(TASK OBJECTIVE)
For each line below that contains the word "next", return that line.
——
//go:build linux

package chains

import (
	"errors"
	"os"

	"golang.org/x/sys/unix"
)

// newWriteback returns the function with which a Writer's goroutine has
// f written back to the disk in the background (see
// formatter.startWriteback). On Linux that is sync_file_range(2) with
// SYNC_FILE_RANGE_WRITE over the whole file (the Linux man-pages): the
// kernel starts writing the dirty pages and the call returns without
// waiting for them, with neither the journal commit nor the flush of the
// device's cache of an fsync. Made as often as the flush requests and the
// writeback ask, fsyncs slowed a fast fit: the bench's fit replica (smbhb
// demo, 20000 steps) took 165-167 ms with them and 145-148 ms with this
// writeback (medians of 25 runs alternated, in two sets; 126-133 ms
// without a chain writer). Where the file system or the kernel cannot do
// it (an error other than an I/O error), it calls fsync (f.Sync but in
// tests) instead, from then on.
func newWriteback(f *os.File, fsync func() error) func() error {
	rc, err := f.SyscallConn()
	if err != nil {
		return fsync
	}
	fallback := false
	return func() error {
		if fallback {
			return fsync()
		}
		var serr error
		if err := rc.Control(func(fd uintptr) {
			serr = unix.SyncFileRange(int(fd), 0, 0, unix.SYNC_FILE_RANGE_WRITE)
		}); err != nil {
			return err
		}
		if serr != nil && unsupported(serr) {
			fallback = true
			return fsync()
		}
		return serr
	}
}

// unsupported reports whether err from sync_file_range says that the call
// cannot be made on this file (a pipe, a file system or kernel without
// it) rather than that writing failed.
func unsupported(err error) bool {
	return errors.Is(err, unix.ENOSYS) || errors.Is(err, unix.EINVAL) || errors.Is(err, unix.ESPIPE) || errors.Is(err, unix.EOPNOTSUPP)
}
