// TestBackgroundSyncErrors: a writeback made in the background, for a
// StartFlush or on its own after writebackBytes, that fails (on a pipe,
// which sync_file_range refuses, the fsync that stands in for it) is
// returned by a later Append, StartFlush, Flush or Close, wrapped and
// naming the file, and sticks; so is the fsync of a Flush.
func TestBackgroundSyncErrors(t *testing.T) {
	waitErr := func(w *Writer) error {
		// Wait until the goroutine has met the error (the wait ends the
		// test; it measures nothing).
		for deadline := time.Now().Add(10 * time.Second); w.bgErr.Load() == nil; time.Sleep(time.Millisecond) {
			if time.Now().After(deadline) {
				return errors.New("the goroutine met no error")
			}
		}
		return nil
	}
	for _, c := range []struct {
		name string
		hit  func(w *Writer) error
	}{
		{"StartFlush then Append", func(w *Writer) error {
			if err := w.Append(row(1, 0)); err != nil {
				return errors.New("Append returned an error before any was met")
			}
			if err := w.StartFlush(); err != nil {
				return errors.New("StartFlush returned an error before any was met")
			}
			if err := waitErr(w); err != nil {
				return err
			}
			return w.Append(row(2, 0))
		}},
		{"writeback then StartFlush", func(w *Writer) error {
			r := row(123456, 31)
			for range writebackBytes / len(strconvRows(nil, r)) * 3 / 2 {
				if err := w.Append(r); err != nil {
					return err // the writeback may fail before the last row
				}
			}
			if err := waitErr(w); err != nil {
				return err
			}
			return w.StartFlush()
		}},
		{"Flush", func(w *Writer) error { _, err := w.Flush(); return err }},
		{"Close", func(w *Writer) error { return w.Close() }},
	} {
		t.Run(c.name, func(t *testing.T) {
			w, name := pipeWriter(t, 5)
			err := c.hit(w)
			if !errors.Is(err, syscall.EINVAL) || !strings.Contains(err.Error(), name) {
				t.Fatalf("error %v, want the pipe's fsync error (EINVAL) naming %s", err, name)
			}
			if err2 := w.AppendEnsemble(1, []float64{1}, []float64{2}, []float64{3, 4}); !errors.Is(err2, syscall.EINVAL) && !errors.Is(err2, errClosed) {
				t.Errorf("AppendEnsemble after the error: %v", err2)
			}
			if cerr := w.Close(); c.name != "Close" && !errors.Is(cerr, syscall.EINVAL) {
				t.Errorf("Close after the error: %v", cerr)
			}
			if !stopped(w) {
				t.Error("the goroutine still runs after Close")
			}
		})
	}
}

// fuzzValue decodes a fuzzed value from a control byte's two low bits and
// eight bytes: raw float64 bits (any NaN, infinity, signed zero, subnormal
// or exponent), a small integer, prev (a repeated value), a decimal
// fraction, or, with bit 2, a short decimal times a power of ten.
func fuzzValue(ctl byte, bits uint64, prev float64) float64 {
	switch ctl & 3 {
	case 0:
		return math.Float64frombits(bits)
	case 1:
		return float64(int32(bits))
	case 2:
		return prev
	}
	if ctl&4 != 0 {
		// A short decimal times a power of ten: the switches between
		// plain digits and the exponent form.
		return float64(int32(bits)) * math.Pow(10, float64(int8(bits>>32)%40))
	}
	return float64(int64(bits)) / 1e3
}

// TestBackgroundSyncs follows the writebacks of a Writer through its
// writeback function: a StartFlush whose rows are written while a
// writeback begun before them is in progress gets a writeback of its own
// once that one is done, without waiting for a later call; writebackBytes
// written with no flush request are written back on their own; every
// writeback begins after the rows it is for are in the file. None of
// this fsyncs; Flush does, through the fsync function.
func TestBackgroundSyncs(t *testing.T) {
	p := filepath.Join(t.TempDir(), "c.csv")
	h, _ := header(cols)
	f, err := os.Create(p)
	if err != nil {
		t.Fatal(err)
	}
	if _, err := f.Write(h); err != nil {
		t.Fatal(err)
	}
	sizes := make(chan int64, 1000) // the file's length as each writeback begins
	release := make(chan struct{})
	var calls, fsyncs atomic.Int64
	w := newWriterSync(p, f, len(cols), int64(len(h)), 5, func() error {
		fsyncs.Add(1)
		return f.Sync()
	}, func() error {
		st, err := f.Stat()
		if err != nil {
			return err
		}
		sizes <- st.Size()
		if calls.Add(1) == 1 {
			<-release // the first writeback lasts until the test says
		}
		return newWriteback(f, f.Sync)()
	})
	defer w.Close()
	next := func(what string) int64 {
		t.Helper()
		select {
		case n := <-sizes:
			return n
		case <-time.After(10 * time.Second): // ends the test; measures nothing
			t.Fatalf("no writeback %s", what)
			return 0
		}
	}
	want := h
	appendRows := func(step, n int) {
		t.Helper()
		for k := range n {
			r := row(step, k)
			if err := w.Append(r); err != nil {
				t.Fatal(err)
			}
			want = strconvRows(want, r)
		}
	}
	appendRows(1, 3)
	if err := w.StartFlush(); err != nil {
		t.Fatal(err)
	}
	if n := next("for the first StartFlush"); n != int64(len(want)) {
		t.Fatalf("first writeback at length %d, want %d", n, len(want))
	}
	appendRows(2, 2)
	if err := w.StartFlush(); err != nil {
		t.Fatal(err)
	}
	// Wait until the rows are written: the goroutine then sees the flush
	// request with the first writeback still in progress.
	for deadline := time.Now().Add(10 * time.Second); ; time.Sleep(time.Millisecond) {
		if st, err := os.Stat(p); err == nil && st.Size() == int64(len(want)) {
			break
		}
		if time.Now().After(deadline) {
			t.Fatal("the second StartFlush's rows were not written")
		}
	}
	select {
	case n := <-sizes:
		t.Fatalf("a writeback (at length %d) began while the first was in progress", n)
	default:
	}
	close(release)
	if n := next("for the StartFlush made during the first writeback"); n != int64(len(want)) {
		t.Fatalf("second writeback at length %d, want %d", n, len(want))
	}
	before := len(want)
	for step := 3; len(want)-before < writebackBytes*3/2; step++ {
		appendRows(step, 5) // a batch
	}
	if n := next("on its own after writebackBytes"); n < int64(before+writebackBytes) {
		t.Fatalf("writeback at length %d, before %d bytes more than %d were written", n, writebackBytes, before)
	}
	if n := fsyncs.Load(); n != 0 {
		t.Fatalf("%d fsyncs without a Flush, want none", n)
	}
	off, err := w.Flush()
	if err != nil {
		t.Fatal(err)
	}
	if n := fsyncs.Load(); n != 1 || off != int64(len(want)) {
		t.Fatalf("Flush: %d fsyncs, offset %d; want 1 fsync, offset %d", n, off, len(want))
	}
}

// BenchmarkAppendCaller measures the caller's side of writing a 32-walker
// ensemble step of two parameters: Append per row (copying each walker
// into a row first, as the command did) against AppendEnsemble, with the
// batches handed back at once unformatted (a stand-in goroutine) so that
// only the caller's work is timed; ns/op is per step.
func BenchmarkAppendCaller(b *testing.B) {
	e := randomEnsemble(rand.New(rand.NewPCG(5, 6)), 1, 1, 32, 2)[0]
	const dim = 2
	for _, name := range []string{"Append", "AppendEnsemble", "Append#2", "AppendEnsemble#2"} {
		b.Run(name, func(b *testing.B) {
			w := &Writer{ncol: len(cols), work: make(chan message, 2*batchesInFlight), free: make(chan []float64, batchesInFlight), done: make(chan struct{}), gate: newGate()}
			w.batch = make([]float64, 0, batchFloats/len(cols)*len(cols))
			for range batchesInFlight - 1 {
				w.free <- make([]float64, 0, cap(w.batch))
			}
			go func() {
				for m := range w.work {
					w.free <- m.rows[:0]
				}
				close(w.done)
			}()
			defer func() { close(w.work); <-w.done }()
			row := make([]float64, len(cols))
			for i := 0; b.Loop(); i++ {
				if strings.HasPrefix(name, "AppendEnsemble") {
					if err := w.AppendEnsemble(i, e.lnPost, e.lnLike, e.xs); err != nil {
						b.Fatal(err)
					}
					continue
				}
				row[0] = float64(i)
				for k := range e.lnPost {
					row[1], row[2], row[3] = float64(k), e.lnPost[k], e.lnLike[k]
					copy(row[4:], e.xs[k*dim:(k+1)*dim])
					if err := w.Append(row); err != nil {
						b.Fatal(err)
					}
				}
			}
		})
	}
}

// BenchmarkFormatter formats the rows of 200 steps of ensembleStream (a
// 32-walker smbhb-like ensemble, 30 % of the walkers repeating their row)
// as the Writer's goroutine does (formatter.write, to os.DevNull), from
// rows (Append's layout) and from ensemble records (AppendEnsemble's),
// and, for reference, formatting every value (appendFloat per value, what
// the goroutine did before it reused the text of repeated values); ns/op
// is per batch of 6400 rows, alternated twice.
func BenchmarkFormatter(b *testing.B) {
	const walkers = 32
	var rows, records []float64
	stream := ensembleStream(200)
	for i, r := range stream {
		rows = append(rows, r...)
		if i%walkers == 0 { // a step's record: step, ln_post, ln_like, parameters
			step := stream[i : i+walkers]
			records = append(records, r[0])
			for c := 2; c < 4; c++ {
				for _, w := range step {
					records = append(records, w[c])
				}
			}
			for _, w := range step {
				records = append(records, w[4:]...)
			}
		}
	}
	f, err := os.OpenFile(os.DevNull, os.O_WRONLY, 0)
	if err != nil {
		b.Fatal(err)
	}
	defer f.Close()
	ncol := len(cols)
	for _, name := range []string{"every-value", "formatter", "records", "every-value#2", "formatter#2", "records#2"} {
		b.Run(name, func(b *testing.B) {
			fm := &formatter{f: f, ncol: ncol, out: make([]byte, 0, len(rows)*(maxValueText+1)), row: make([]float64, ncol)}
			vals, layout := rows, 0
			if strings.HasPrefix(name, "records") {
				vals, layout = records, walkers
			}
			for b.Loop() {
				if !strings.HasPrefix(name, "every-value") {
					fm.write(vals, layout)
					continue
				}
				out := fm.out[:0]
				for i := 0; i < len(rows); i += ncol {
					for j, v := range rows[i : i+ncol] {
						if j > 0 {
							out = append(out, ',')
						}
						out = appendFloat(out, v)
					}
					out = append(out, '\n')
				}
				if _, err := f.Write(out); err != nil {
					b.Fatal(err)
				}
			}
		})
	}
}
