package fitrun

import (
	"math"
	"testing"
)

// TestFitSummary checks FitSummary on the samples 1..5 (one column) and
// their mirror image -1..-5: median 3, mean 3 and sample standard deviation
// sqrt(2.5) by the textbook formulas.
func TestFitSummary(t *testing.T) {
	post := []float64{1, -1, 2, -2, 3, -3, 4, -4, 5, -5}
	s := FitSummary([]string{"a", "b"}, post, 5, 2)
	if s[0].Median != 3 || math.Abs(s[0].Mean-3) > 1e-15 || math.Abs(s[0].Std-math.Sqrt(2.5)) > 1e-15 {
		t.Errorf("a: %+v", s[0])
	}
	// Linear interpolation between order statistics rounds differently on
	// the two sides; 1e-12 is a few ulps of values near 5.
	if s[1].Median != -3 || math.Abs(s[1].Lo68+s[0].Hi68) > 1e-12 || math.Abs(s[1].Hi95+s[0].Lo95) > 1e-12 {
		t.Errorf("b is not the mirror of a: %+v vs %+v", s[1], s[0])
	}
}
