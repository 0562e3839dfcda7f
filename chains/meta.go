package chains

import (
	"bytes"
	"crypto/sha256"
	"encoding/hex"
	"encoding/json"
	"errors"
	"fmt"
	"io"
	"time"

	"tautline/internal/safeio"
)

// MetaSchema is the version of the metadata layout written by WriteMeta.
const MetaSchema = 1

// Meta describes one run: what produced it, from what, and what it wrote.
// It is stored as JSON with the field names given in the tags.
type Meta struct {
	// Schema is the metadata layout version (MetaSchema when written).
	Schema int `json:"schema"`
	// Version is the tautline version that made the run.
	Version string `json:"tautline_version"`
	// CommandLine is the program's argument list, os.Args.
	CommandLine []string `json:"command_line"`
	// Config is the fully resolved run configuration, as the command
	// represents it (any value encoding/json accepts); read back as
	// generic JSON (map[string]any and so on).
	Config any `json:"config"`
	// Seed is the run's random seed.
	Seed uint64 `json:"seed"`
	// Data identifies the data set fitted (for several, their joint
	// record: names joined, combined digest).
	Data DataSet `json:"data"`
	// Datasets lists every data set of a run on several data sets or on
	// selected bins; omitted for one data set with every bin.
	Datasets []DataSet `json:"datasets,omitempty"`
	// Model names the model and its parameters.
	Model ModelInfo `json:"model"`
	// Start and End bound the run in wall-clock time.
	Start time.Time `json:"start"`
	End   time.Time `json:"end"`
	// Timings lists the wall-clock duration of each phase, in order. A fit
	// records "sampling", then "diagnostics" (the convergence checks and
	// the final report, a part of sampling) and "total".
	Timings []Timing `json:"timings"`
	// Diagnostics holds the sampler's convergence report (any value
	// encoding/json accepts).
	Diagnostics any `json:"diagnostics"`
	// Outputs lists the files the run wrote.
	Outputs []Output `json:"outputs"`
	// Status is the run's state when the file was written, e.g. running,
	// interrupted, converged or max-steps; omitted when empty.
	Status string `json:"status,omitempty"`
	// Sampling records how the samples were made, filled at the end of a
	// run; omitted when nil.
	Sampling *Sampling `json:"sampling,omitempty"`
}

// Sampling records how a run's posterior samples were drawn and the
// likelihood settings it used. Every member is always written; the members
// are in alphabetical order of their JSON names.
type Sampling struct {
	// AboveRangePenalty is the likelihood's per-bin log-likelihood cost
	// above the data's prior range (per dex beyond its top).
	AboveRangePenalty float64 `json:"above_range_penalty"`
	// Acceptance is each walker's fraction of accepted proposals on the
	// untempered rung.
	Acceptance []float64 `json:"acceptance"`
	// BandwidthRule names the rule that chose the density bandwidths.
	BandwidthRule string `json:"bandwidth_rule"`
	// Bandwidths are the per-bin density bandwidths in log10 rho.
	Bandwidths []float64 `json:"bandwidths"`
	// Burn is the number of ensemble steps discarded as burn-in.
	Burn int `json:"burn"`
	// PosteriorSamples is the number of samples kept after burn-in and
	// thinning.
	PosteriorSamples int `json:"posterior_samples"`
	// Steps is the number of ensemble steps run.
	Steps int `json:"steps"`
	// Thin is the thinning applied after burn-in.
	Thin int `json:"thin"`
	// Until is the stopping rule given, empty for a fixed number of steps.
	Until string `json:"until"`
}

// DataSet identifies a data file.
type DataSet struct {
	Name   string `json:"name"`
	Path   string `json:"path"`
	SHA256 string `json:"sha256"` // hex digest of the file's bytes
	// Bins are the bins used (1-based, increasing) when not all were;
	// SHA256 is then still the whole file's digest.
	Bins []int `json:"bins,omitempty"`
}

// ModelInfo names a model and lists its parameters in chain-column order.
type ModelInfo struct {
	Name   string      `json:"name"`
	Params []ParamInfo `json:"params"`
}

// ParamInfo describes one parameter as run: its prior in the syntax of
// priors.Parse, and whether it was held fixed (no chain column).
type ParamInfo struct {
	Name  string `json:"name"`
	Label string `json:"label,omitempty"`
	Unit  string `json:"unit,omitempty"`
	Prior string `json:"prior"`
	Fixed bool   `json:"fixed,omitempty"`
}

// Timing is the duration of one named phase of a run.
type Timing struct {
	Phase   string  `json:"phase"`
	Seconds float64 `json:"seconds"`
}

// Output is one file a run wrote, with a one-line description.
type Output struct {
	File        string `json:"file"`
	Description string `json:"description"`
}

// WriteMeta writes m to path as indented JSON, atomically, with Schema set
// to MetaSchema.
func WriteMeta(path string, m *Meta) error {
	c := *m
	c.Schema = MetaSchema
	b, err := json.MarshalIndent(&c, "", "  ")
	if err != nil {
		return fmt.Errorf("chains: %s: encoding metadata: %w", path, err)
	}
	b = append(b, '\n')
	return WriteFileAtomic(path, func(w io.Writer) error {
		_, err := w.Write(b)
		return err
	})
}

// ReadMeta reads a metadata file written by WriteMeta. It rejects files
// without a schema number and files from a newer schema than this package
// knows.
//
// Only a regular file of at most safeio.LimitJSON bytes is read.
func ReadMeta(path string) (*Meta, error) {
	b, err := safeio.ReadFile(path, safeio.LimitJSON)
	if err != nil {
		return nil, fmt.Errorf("chains: %w", err)
	}
	var m Meta
	dec := json.NewDecoder(bytes.NewReader(b))
	if err := dec.Decode(&m); err != nil {
		var (
			se *json.SyntaxError
			te *json.UnmarshalTypeError
			at int64 = -1
		)
		switch {
		case errors.As(err, &se):
			at = se.Offset
		case errors.As(err, &te):
			at = te.Offset
		}
		if at >= 0 && at <= int64(len(b)) {
			line := 1 + bytes.Count(b[:at], []byte("\n"))
			return nil, fmt.Errorf("chains: %s:%d: %w", path, line, err)
		}
		return nil, fmt.Errorf("chains: %s: %w", path, err)
	}
	switch {
	case m.Schema == 0:
		return nil, fmt.Errorf("chains: %s: no \"schema\" field; not a run metadata file", path)
	case m.Schema > MetaSchema:
		return nil, fmt.Errorf("chains: %s: schema %d is newer than this program's %d", path, m.Schema, MetaSchema)
	}
	return &m, nil
}

// FileSHA256 returns the hex SHA-256 digest of the file at path, for
// DataSet.SHA256. Only a regular file is read (a device such as /dev/zero
// would never end).
func FileSHA256(path string) (string, error) {
	f, err := safeio.Open(path)
	if err != nil {
		return "", fmt.Errorf("chains: %w", err)
	}
	defer f.Close()
	h := sha256.New()
	if _, err := io.Copy(h, f); err != nil {
		return "", fmt.Errorf("chains: %s: %w", path, err)
	}
	return hex.EncodeToString(h.Sum(nil)), nil
}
——
(RESULT OF THE TASK)
	next := func(what string) int64 {
	if n := next("for the first StartFlush"); n != int64(len(want)) {
	if n := next("for the StartFlush made during the first writeback"); n != int64(len(want)) {
	if n := next("on its own after writebackBytes"); n < int64(before+writebackBytes) {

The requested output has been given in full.